GTA 5 review: The best in the Grand Theft Auto series
After some four years in development, it’s finally here, writes Simon Rice
After numerous teasing trailers, various launch date delays and enough ‘leaks’ to create a tide of frenzy among gamers - finally it’s here. And the 25 million expected to purchase GTA V over the next 12 months will find it’s been worth the wait.
The latest release in the franchise is set in a parody of California called Los Santos, and much of the pre-release talk has focused on the pure expanse of the game - something that only became a bigger issue when the map was leaked last week.
There have been claims that the world is bigger than GTA IV, GTA: San Andreas and Red Dead Redemption combined - and it has been the promise of this new playground that has whetted the appetite of fans more than anything.
Upon starting the game, this new world is free to roam - no locked out areas as has been the case on previous incarnations of GTA - and the size is as incredible as it is imaginative.

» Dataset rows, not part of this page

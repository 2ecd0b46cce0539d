using Dapper;
using Npgsql;

namespace AuditSvc.Data.Artifacts;

/// <summary>
/// One PostgreSQL advisory lock per stored content (by its SHA-256), shared by every process on the database. An
/// upload holds its content's lock from the "is it stored already?" check until its row is written or what it alone
/// put in place is removed; the orphan sweep takes it before deciding that a stored file has no row. So the sweep never
/// deletes a file an identical upload is registering at that moment, and a refused upload never deletes a file an
/// identical upload has just registered.
/// </summary>
public sealed class ContentLocks(NpgsqlDataSource db)
{
    /// <summary>First key of the two-key lock: "blob" in ASCII, apart from the migration's and the dispatcher's keys.</summary>
    private const int Space = 0x626C6F62;

    /// <summary>
    /// Second key: 32 bits of the hash. Two contents that share them only wait for each other, which is harmless.
    /// </summary>
    public static int KeyOf(string contentHash)
    {
        var hex = contentHash.StartsWith("sha256:", StringComparison.Ordinal) ? contentHash[7..] : contentHash;
        if (hex.Length < 8 || !int.TryParse(hex.AsSpan(0, 8), System.Globalization.NumberStyles.HexNumber, null, out int key))
            throw new ArgumentException($"not a content hash: '{contentHash}'", nameof(contentHash));
        return key;
    }

    /// <summary>Waits for the content's lock; disposing the result releases it.</summary>
    public async Task<IAsyncDisposable> HoldAsync(string contentHash, CancellationToken ct)
    {
        int key = KeyOf(contentHash);
        var conn = await db.OpenConnectionAsync(ct);
        try
        {
            await conn.ExecuteAsync(new CommandDefinition("SELECT pg_advisory_lock(@space, @key)", new { space = Space, key }, cancellationToken: ct));
            return new Held(conn, key);
        }
        catch
        {
            await conn.DisposeAsync();
            throw;
        }
    }

    /// <summary>The content's lock if nobody holds it, else null.</summary>
    public async Task<IAsyncDisposable?> TryHoldAsync(string contentHash, CancellationToken ct)
    {
        int key = KeyOf(contentHash);
        var conn = await db.OpenConnectionAsync(ct);
        try
        {
            if (await conn.ExecuteScalarAsync<bool>(new CommandDefinition("SELECT pg_try_advisory_lock(@space, @key)", new { space = Space, key }, cancellationToken: ct)))
                return new Held(conn, key);
        }
        catch
        {
            await conn.DisposeAsync();
            throw;
        }
        await conn.DisposeAsync();
        return null;
    }

    /// <summary>Whether any model or image set row, of any team, names this content.</summary>
    public async Task<bool> IsRegisteredAsync(string contentHash, CancellationToken ct)
    {
        await using var conn = await db.OpenConnectionAsync(ct);
        return await conn.ExecuteScalarAsync<bool>(new CommandDefinition(
            "SELECT EXISTS (SELECT 1 FROM models WHERE content_hash = @h) OR EXISTS (SELECT 1 FROM image_sets WHERE content_hash = @h)",
            new { h = contentHash }, cancellationToken: ct));
    }

    /// <summary>Whether any row's stored path is <paramref name="relative"/> or lies under it ('/'-separated).</summary>
    public async Task<bool> IsPathRegisteredAsync(string relative, CancellationToken ct)
    {
        await using var conn = await db.OpenConnectionAsync(ct);
        var under = relative.Replace(@"\", @"\\", StringComparison.Ordinal).Replace("%", @"\%", StringComparison.Ordinal).Replace("_", @"\_", StringComparison.Ordinal) + "/%";
        return await conn.ExecuteScalarAsync<bool>(new CommandDefinition(
            """
            SELECT EXISTS (SELECT 1 FROM models WHERE relative_path = @relative OR relative_path LIKE @under)
                OR EXISTS (SELECT 1 FROM image_sets WHERE relative_path = @relative OR relative_path LIKE @under)
            """, new { relative, under }, cancellationToken: ct));
    }

    private sealed class Held(NpgsqlConnection conn, int key) : IAsyncDisposable
    {
        public async ValueTask DisposeAsync()
        {
            try
            {
                await conn.ExecuteAsync("SELECT pg_advisory_unlock(@space, @key)", new { space = Space, key });
            }
            catch (Exception e) when (e is NpgsqlException or InvalidOperationException)
            {
                // The session is gone (database restarted): its locks went with it.
            }
            finally
            {
                await conn.DisposeAsync();
            }
        }
    }
}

Trucks clog the freeways as you pass through the industrial district while deer jump out at you in the countryside. Taking a quad bike up to the mountain tops means avoiding the hikers who are also enjoying the terrain, while sharks can be found sharing the water if you go for a dip at the beach.
It’s a world that feels genuinely alive, more so than any of the previous games. It’s as if you’ve just popped in to visit - and of course to cause a bit of mayhem. Such an ambitious setting threatened to be unwieldy with drives across town becoming timely and tedious.
However, the pure richness in detail make roaming Los Santos almost as rewarding as any structured mission.
Gamers will at first find themselves introduced to Michael - a retired criminal going straight. Unsurprisingly, he’s quickly drawn back into the underworld, the circumstances of which are hilarious.
However, the likeable Michael - who in a nod to the Sopranos spends time visiting a shrink - is not the only character available. In a new development for the GTA series, gamers control three intertwined characters simultaneously, with the ability to flip between them as and when one chooses.
Franklin, a low-level criminal with big ambitions and Trevor, perhaps the most insanely violent character ever created. It’s a fine development, creating a more layered storyline and greater variation in how players progress through the game.
That progress is still centred on undertaking missions which vary from the mundane - such as towing an abandoned car - to the incredibly imaginative.
Without wanting to spoil anything, think combinations of boats, heists, getaways, planes, drugs, women, motorbikes, revenge and recklessness and whatever you dream up will probably be in there.
A welcome advancement sees users involved in the planning, as well as the execution of missions.
Gamers will have to decide whether to undertake a well-planned heist or go in all guns blazing, and then decide who to hire for the job, weighing up the size of your cut against the ability of the criminal.
The process of deciding these elements is quick and simple, ensuring it doesn’t detract from actually playing the game but creates a more customised experience.
The gameplay will be extremely familiar to those who have played the previous incarnations. Shooting, driving and controlling your character has the same feel and fluidity that have made the series so playable since it went 3D.
Other elements are also identical to what has gone before. The stars that reflect your ‘wanted’ level by the police, the ability to perfect your aim at the shooting range at Ammu-Nation, and yes, if you so wish, the option to pick up prostitutes.
Perhaps mindful of pushing new boundaries in the series, there are more in-game activities available to your characters than ever before.
Gamers can take Michael for a round of golf, play tennis with Franklin and his wonderfully inept friend Lamar and even try their luck at a triathlon.
While this feature of the game is entertaining - the activities on offer are not sufficiently complex and challenging for prolonged enjoyment.
This particular gamer made it through two holes before the golf club was used for hitting something other than a ball. They may come into their own when the online element of the game is launched on October 1, but having been prominently featured in the official trailers for the game, they were a disappointment.
Despite all the violence, the humour in GTA has given the series a unique charm - and the most recent instalment excels in this area. Among some highlights are Franklin’s dog Chops being distracted during a mission to go and copulate with a stray, watching an oddly familiar English accented judge on the TV show Fame and Shame and taking a visit to the offices of social media company ‘Lifeinvader’ - complete with posters on the wall with slogans such as ‘Keep calm and carry on sharing’.
GTA V has all the elements that stood the series apart from rival titles. From the humour to the gameplay and the soundtrack to the imaginative missions. When set against the incredible backdrop of Los Santos – a flawless experience ensues. Where previous titles in the series have been labelled ‘game changers’, this feels more like GTA doing what it does best. More risks could have been taken by the developers - a female lead character perhaps - but that aside, it is the finest game in arguably the greatest series ever made.